DESIGN PROCESS

The idea how to make bacteria which could be used as a security system evolved over several weeks. One of the first ideas how it could be achieved was the use of transposons. Transposable elements are DNA fragments that can change its position within a genome. This creates mutations resulting in different levels/suppression of expression of certain genes. The use of transposons would yield bacteria with various phenotypes, which could be used in Key. coli security system. A target site-specific Tn7 transposon could be used for this purpose. This bacterial mobile DNA segment inserts at high-frequency into a single specific site, called attTn7 in E. coli. However, further research revealed several disadvantages of this idea. The mechanisms of Tn7 recombination are complicated are requiring large number of proteins to work. Although we thought this would be interesting to test, we came across difficulties with sourcing the TsnD subunit of the Tn7 transposon. As expression and purification of this subunit was not realistic within the timeframe we had so we decided a new method would be needed. The next idea to obtain different phenotypes of bacteria was the use of RNA interference. In this process RNA molecules inhibit gene expression. It is possible thanks to siRNA molecules which target specific mRNA strands. After that protein complex is formed and it breaks down mRNA preventing its translation into protein. An extensive literature search revealed that the CRISPR interference system seems to be more reliable and predictable than RNAi so we decided to use it.

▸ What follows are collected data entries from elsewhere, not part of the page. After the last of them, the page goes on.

#[test]
fn a_folder_holding_foreign_files_is_refused() {
    let d = tempfile::tempdir().unwrap();
    fs::create_dir(d.path().join("mine")).unwrap();
    fs::write(d.path().join("mine/report.json"), "keep").unwrap();
    let o = run_in(d.path(), &["run", "--quiet", "--out", "mine"]);
    assert_eq!(o.status.code(), Some(2));
    assert_eq!(
        fs::read_to_string(d.path().join("mine/report.json")).unwrap(),
        "keep"
    );
}

#[test]
fn json_flag_prints_the_report() {
    let d = tempfile::tempdir().unwrap();
    fs::write(d.path().join("ideal.toml"), IDEAL_CHAIN).unwrap();
    let o = run_in(d.path(), &["run", "ideal.toml", "--json"]);
    ok(&o);
    let v: serde_json::Value = serde_json::from_slice(&o.stdout).unwrap();
    assert_eq!(v["scenario"]["name"], "ideal");
}

#[test]
fn static_measures_the_adc_and_the_dac() {
    let d = tempfile::tempdir().unwrap();
    fs::write(d.path().join("ideal.toml"), IDEAL_CHAIN).unwrap();
    let o = run_in(d.path(), &["static", "ideal.toml", "--quiet"]);
    ok(&o);
    let r = json(&d.path().join("out/ideal/static.json"));
    for part in ["adc", "dac"] {
        let s = &r["static"][part];
        for key in ["dnl_max_lsb", "inl_max_lsb", "missing_codes", "monotonic"] {
            assert!(!s[key].is_null(), "static.{part} lacks {key}");
        }
    }
    // An ideal DAC: DNL and INL zero to rounding (IEEE Std 1658 definitions of DNL and INL).
    assert!(r["static"]["dac"]["dnl_max_lsb"].as_f64().unwrap() < 1e-9);
    assert_eq!(r["static"]["dac"]["monotonic"], true);
    // An ideal ADC through the code-density test: |DNL| small (IEEE Std 1241 code-density test).
    assert!(r["static"]["adc"]["dnl_max_lsb"].as_f64().unwrap() < 0.1);
    assert_eq!(r["static"]["adc"]["missing_codes"], 0);
}

#[test]
fn static_headline_reads_a_comparator_offset_with_ieee_1241_sign() {
    // 6 bits over 0..5 V: q = 78.125 mV, so a +100 mV comparator offset (the converter reads its input 100 mV
    // high) is +1.28 LSB with IEEE Std 1241's sign (offset = ideal transition less the actual one). The headline
    // is the code-density test with the bench's known sine (IEEE Std 1241 histogram test with a known input);
    // the slow ramp must agree. Tolerance 0.05 LSB: common practice, no source.
    let d = tempfile::tempdir().unwrap();
    let six = IDEAL_CHAIN.replace("bits = 12", "bits = 6");
    for (name, offset, want) in [
        ("plain", "", 0.0),
        ("offset", "comparator_offset = \"100 mV\"\n", 1.28),
    ] {
        let text = six
            .replace(
                "conversion_time = \"8 us\"\n",
                &format!("conversion_time = \"8 us\"\n{offset}"),
            )
            .replace("name = \"ideal\"", &format!("name = \"{name}\""));
        fs::write(d.path().join(format!("{name}.toml")), text).unwrap();
        let o = run_in(d.path(), &["static", &format!("{name}.toml"), "--quiet"]);
        ok(&o);
        let r = json(&d.path().join(format!("out/{name}/static.json")));
        let adc = &r["static"]["adc"];
        let headline = adc["offset_lsb"].as_f64().unwrap();
        let ramp = adc["ramp"]["offset_lsb"].as_f64().unwrap();
        assert!(
            (headline - want).abs() < 0.05,
            "{name}: headline offset {headline} LSB, want {want}"
        );
        assert!(
            (ramp - want).abs() < 0.05,
            "{name}: ramp offset {ramp} LSB, want {want}"
        );
        // An offset alone leaves the span: gain error about 0 in both tests.
        for g in [
            adc["gain_error_lsb"].as_f64().unwrap(),
            adc["ramp"]["gain_error_lsb"].as_f64().unwrap(),
        ] {
            assert!(g.abs() < 0.1, "{name}: gain error {g} LSB");
        }
    }
}

#[test]
fn a_run_too_big_for_memory_is_refused_with_advice() {
    let d = tempfile::tempdir().unwrap();
    let text = IDEAL_CHAIN.replace("duration = \"30 ms\"", "duration = \"2000 s\"");
    fs::write(d.path().join("huge.toml"), text).unwrap();
    let o = run_in(d.path(), &["run", "huge.toml"]);
    assert_eq!(o.status.code(), Some(2));
    let e = stderr(&o);
    assert!(
        e.contains("GiB") && e.contains("simulation.duration"),
        "{e}"
    );
    assert!(!d.path().join("out").exists());
}

#[test]
fn a_live_input_converter_budget_matches_the_measured_delay() {
    // No outside source: the budget's own model of a converter without a hold (the code follows the input at
    // the finer bit trials) against the measured delay of the same chain. The river-gauge demo: 8 bits, 50 us per
    // trial, a framed link and an RC filter; the budget must land within 3 % of the conversion time. The model
    // weights the trials as if thresholds were crossed evenly; a sine crosses some faster than others, so the
    // measured delay depends on where the sine's mean sits in the threshold tree: shifting the offset by quarter
    // LSBs moved measured - budget between -12.1 us and +3.5 us (450 us conversion) with either transfer.
    let d = tempfile::tempdir().unwrap();
    let sc = repo("scenarios/river-gauge.toml");
    let o = run_in(
        d.path(),
        &[
            "run",
            sc.to_str().unwrap(),
            "--json",
            "--no-plots",
            "--no-wav",
            "--out",
            "o",
        ],
    );
    ok(&o);
    let r: serde_json::Value = serde_json::from_slice(&o.stdout).unwrap();
    let diff = r["latency"]["difference_s"].as_f64().unwrap();
    assert!(diff.abs() < 0.03 * 450e-6, "measured - budget = {diff:e} s");
    assert_eq!(r["latency"]["flagged"], false);
}

/// An 8-bit converter at 20 kHz and a DAC with no reconstruction filter: the hold's images reach the output.
const UNFILTERED: &str = r#"
name = "unfiltered"
[simulation]
analog_rate = "2 MHz"
duration = "60 ms"
settle = "5 ms"
seed = 3
[source]
waveform = "sine"
frequency = "1 kHz"
amplitude = "2 V"
offset = "2.5 V"
[[stage]]
kind = "sar_adc"
bits = 8
range = ["0 V", "5 V"]
sample_rate = "20 kHz"
conversion_time = "20 us"
[[stage]]
kind = "dac"
"#;

#[test]
fn output_figures_default_to_the_converters_nyquist_band_and_the_wideband_ones_are_reported_beside()
{
    // Without analysis.band the output metrics use the converter's Nyquist band (our default; IEEE Std 1241
    // measures a converter's SINAD up to fs/2); the zero-order hold's images above it appear only in the
    // wideband figures.
    let d = tempfile::tempdir().unwrap();
    fs::write(d.path().join("u.toml"), UNFILTERED).unwrap();
    let o = run_in(d.path(), &["run", "u.toml", "--no-plots", "--no-wav"]);
    ok(&o);
    let j = json(&d.path().join("out/unfiltered/report.json"));
    assert_eq!(j["output"]["band_hz"].as_f64().unwrap(), 10e3);
    assert_eq!(j["run"]["output_band_rule"], "converter_nyquist");
    let wide = &j["output"]["wideband"];
    assert!(wide["band_hz"].as_f64().unwrap() > 10e3, "{wide}");
    let (sinad, sinad_wide) = (
        j["output"]["sinad_db"].as_f64().unwrap(),
        wide["sinad_db"].as_f64().unwrap(),
    );
    // An 8-bit converter: about 49.9 dB in its Nyquist band (Bennett); the images of an unfiltered hold carry
    // far more power than the quantization noise, so the wideband SINAD is much lower.
    assert!((sinad - 49.9).abs() < 1.5, "{sinad}");
    assert!(sinad_wide < sinad - 10.0, "{sinad_wide} vs {sinad}");
    let out = stdout(&o);
    assert!(
        out.contains("output figures over 0 .. 10 kHz (the converter's Nyquist band); over 0 .. "),
        "{out}"
    );
}

#[test]
fn static_names_the_hold_droop_as_the_cause_of_missing_codes() {
    // A hold that sags 5 V/ms over an 8 us conversion loses 40 mV (2 LSB of an 8-bit, 5 V converter) while the
    // SAR decides its bits: codes go missing (the physics of the models here, no outside source). Removing the
    // droop alone clears them; the tool says so.
    let d = tempfile::tempdir().unwrap();
    fs::write(
        d.path().join("dr.toml"),
        r#"
name = "drooping-hold"
[simulation]
analog_rate = "10 MHz"
duration = "10 ms"
[source]
waveform = "sine"
frequency = "1 kHz"
amplitude = "2 V"
offset = "2.5 V"
[[stage]]
kind = "sample_hold"
droop = "5 V/ms"
[[stage]]
kind = "sar_adc"
bits = 8
range = ["0 V", "5 V"]
sample_rate = "100 kHz"
conversion_time = "8 us"
[[stage]]
kind = "dac"
"#,
    )
    .unwrap();
    let o = run_in(d.path(), &["static", "dr.toml"]);
    ok(&o);
    let j = json(&d.path().join("out/drooping-hold/static.json"));
    let adc = &j["static"]["adc"];
    assert!(adc["missing_codes"].as_u64().unwrap() > 0, "{adc}");
    let causes = adc["missing_code_causes"].as_array().unwrap();
    let droop = causes
        .iter()
        .find(|c| c["mechanism"] == "sample_hold.droop")
        .unwrap_or_else(|| panic!("{causes:?}"));
    assert_eq!(droop["missing_codes"], 0);
    assert!(
        stdout(&o).contains("why codes are missing") && stdout(&o).contains("droop = 0: 0 missing"),
        "{}",
        stdout(&o)
    );
    // Without missing codes the field is absent and nothing is said.
    let text = fs::read_to_string(d.path().join("dr.toml")).unwrap();
    fs::write(
        d.path().join("ideal.toml"),
        text.replace("droop = \"5 V/ms\"", ""),
    )
    .unwrap();
    let o = run_in(d.path(), &["static", "ideal.toml", "--out", "ideal"]);
    ok(&o);
    assert!(!stdout(&o).contains("why codes are missing"));
}

/// A 12-bit chain at 48 kSPS on a 4.8 MHz grid whose DAC output slews at `slew`.
fn slewing_chain(slew: &str) -> String {
    format!(
        "name = \"slip\"\n[simulation]\nanalog_rate = \"4.8 MHz\"\nduration = \"60 ms\"\nsettle = \"10 ms\"\n\
         [source]\nwaveform = \"sine\"\nfrequency = \"1 kHz\"\namplitude = \"2 V\"\n\
         [[stage]]\nkind = \"sar_adc\"\nbits = 12\nrange = [\"-2.5 V\", \"2.5 V\"]\n\
         conversion_time = \"10 us\"\nsample_rate = \"48 kHz\"\n\
         [[stage]]\nkind = \"dac\"\nslew_rate = \"{slew}\"\n"
    )
}

#[test]
fn a_slew_rate_slip_is_warned_by_check_and_run_and_listed_in_report_json_with_its_latency() {
    let d = tempfile::tempdir().unwrap();
    let text = slewing_chain("0.5 V/s");
    let line = text
        .lines()
        .position(|l| l.starts_with("slew_rate"))
        .unwrap()
        + 1;
    fs::write(d.path().join("s.toml"), &text).unwrap();
    let o = run_in(d.path(), &["check", "s.toml"]);
    ok(&o);
    let err = stderr(&o);
    let want = format!("warning: s.toml:{line}:13: stage.2.slew_rate: a slew rate of 500 mV/s");
    assert!(err.contains(&want), "{err}");
    assert!(err.contains("probably slew_rate = \"0.5 V/us\""), "{err}");
    assert!(String::from_utf8_lossy(&o.stdout).contains("ok"));

    let o = run_in(
        d.path(),
        &["run", "s.toml", "--out", "o", "--no-plots", "--no-wav"],
    );
    ok(&o);
    assert!(stderr(&o).contains(&want), "{}", stderr(&o));
    let r = json(&d.path().join("o/report.json"));
    let w = r["warnings"].as_array().unwrap();
    assert_eq!(w.len(), 2, "{w:?}");
    assert_eq!(w[0]["key"], "stage.2.slew_rate");
    assert_eq!(w[0]["location"], format!("s.toml:{line}:13"));
    // After the run: the latency is nowhere near the budget (the output barely moves), pointed at the same key.
    assert_eq!(w[1]["key"], "stage.2.slew_rate");
    assert!(
        w[1]["message"]
            .as_str()
            .unwrap()
            .contains("the measured latency"),
        "{w:?}"
    );
    assert!(r["latency"]["flagged"].as_bool().unwrap());

    // The value meant: no warning before or after the run.
    fs::write(d.path().join("t.toml"), slewing_chain("0.5 V/us")).unwrap();
    let o = run_in(
        d.path(),
        &["run", "t.toml", "--out", "p", "--no-plots", "--no-wav"],
    );
    ok(&o);
    assert!(!stderr(&o).contains("warning"), "{}", stderr(&o));
    let r = json(&d.path().join("p/report.json"));
    assert_eq!(r["warnings"].as_array().unwrap().len(), 0);
}

#[test]
fn a_grid_too_coarse_for_the_converter_is_warned_by_check_at_the_analog_rate() {
    let d = tempfile::tempdir().unwrap();
    let text = slewing_chain("13 V/us").replace("4.8 MHz", "150 kHz");
    fs::write(d.path().join("s.toml"), &text).unwrap();
    let o = run_in(d.path(), &["check", "s.toml"]);
    ok(&o);
    let err = stderr(&o);
    assert!(
        err.contains("warning: s.toml:3:15: simulation.analog_rate: the analog grid (150 kHz) has 3.125 steps"),
        "{err}"
    );
    assert!(err.contains("probably analog_rate = \"192 kHz\""), "{err}");
}
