/// The study a folder holds: what it is, compared whole, and the same in words for messages.
#[derive(Debug, Clone, PartialEq, Serialize, Deserialize)]
pub struct ManifestStudy {
    /// The kind of study (`sweep`, `montecarlo`, `limit`).
    pub kind: String,
    /// Its definition: the options that shape it (not the scenario's text).
    pub definition: Value,
    /// The study in words.
    pub describe: String,
}

/// The marker's content: what convchain wrote into the folder. A marker of an older version (plain text) reads
/// as an empty manifest: its files are kept, never removed.
#[derive(Debug, Clone, PartialEq, Serialize, Deserialize)]
pub struct Manifest {
    pub format: String,
    pub note: String,
    #[serde(default)]
    pub study: Option<ManifestStudy>,
    #[serde(default)]
    pub files: Vec<ManifestFile>,
}

impl Default for Manifest {
    fn default() -> Self {
        Manifest {
            format: MANIFEST_FORMAT.into(),
            note: "This folder was written by convchain; these are the files it wrote here. The next convchain \
                   run into this folder may replace or remove them; it never touches any other file."
                .into(),
            study: None,
            files: Vec::new(),
        }
    }
}

impl Manifest {
    /// Read the marker of `dir` (an empty manifest when it is absent, of an older version or unreadable as
    /// one). Entries whose name is not a plain file name are dropped, so no entry can point outside the folder.
    pub fn read(dir: &Path) -> Manifest {
        let text = fs::symlink_metadata(dir.join(MARKER))
            .ok()
            .filter(|m| m.file_type().is_file())
            .and_then(|_| fs::read_to_string(dir.join(MARKER)).ok());
        let mut m = text
            .and_then(|t| serde_json::from_str::<Manifest>(&t).ok())
            .unwrap_or_default();
        m.files.retain(|f| plain_name(&f.name));
        m
    }

    fn to_bytes(&self) -> Vec<u8> {
        let mut v = serde_json::to_vec_pretty(self).unwrap_or_default();
        v.push(b'\n');
        v
    }
}

/// A name that stays inside the folder: not empty, no `/`, not `.` or `..`, not the marker itself.
fn plain_name(name: &str) -> bool {
    !name.is_empty()
        && !name.contains('/')
        && !name.contains('\0')
        && name != "."
        && name != ".."
        && name != MARKER
}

The main difference between CRISPRi and RNAi is the level on which they control protein expression. RNAi regulates this on the translational level by interfering with mRNA and CRISPRi influences gene expression primarily at the transcriptional level.

CRISPRi allows sequence-specific control of gene expression. This method utilizes CRISPR pathway and catalytically inactive Cas9 (dCas9) protein, as well as single guide RNA (sgRNA), which are specific to chosen DNA regions. We came up with an idea that a variety of reporters within a plasmid could be under the control of promoters which can be targeted by guide RNAs. dCas9 is a nuclease-deficient enzyme that uses the RNA-guided DNA binding of Cas9 but represses expression by interfering with RNA polymerase binding instead of cutting the DNA. The complex consisting of dCas9 and sgRNA binds to complementary DNA and represses the expression of target genes by blocking the elongation by RNA polymerase. By linking gRNA targeted promoters up to the genes for various reporters we can control the level of expression of these reporters by providing a targeting or non-targeting gRNA to give an ON/OFF switch.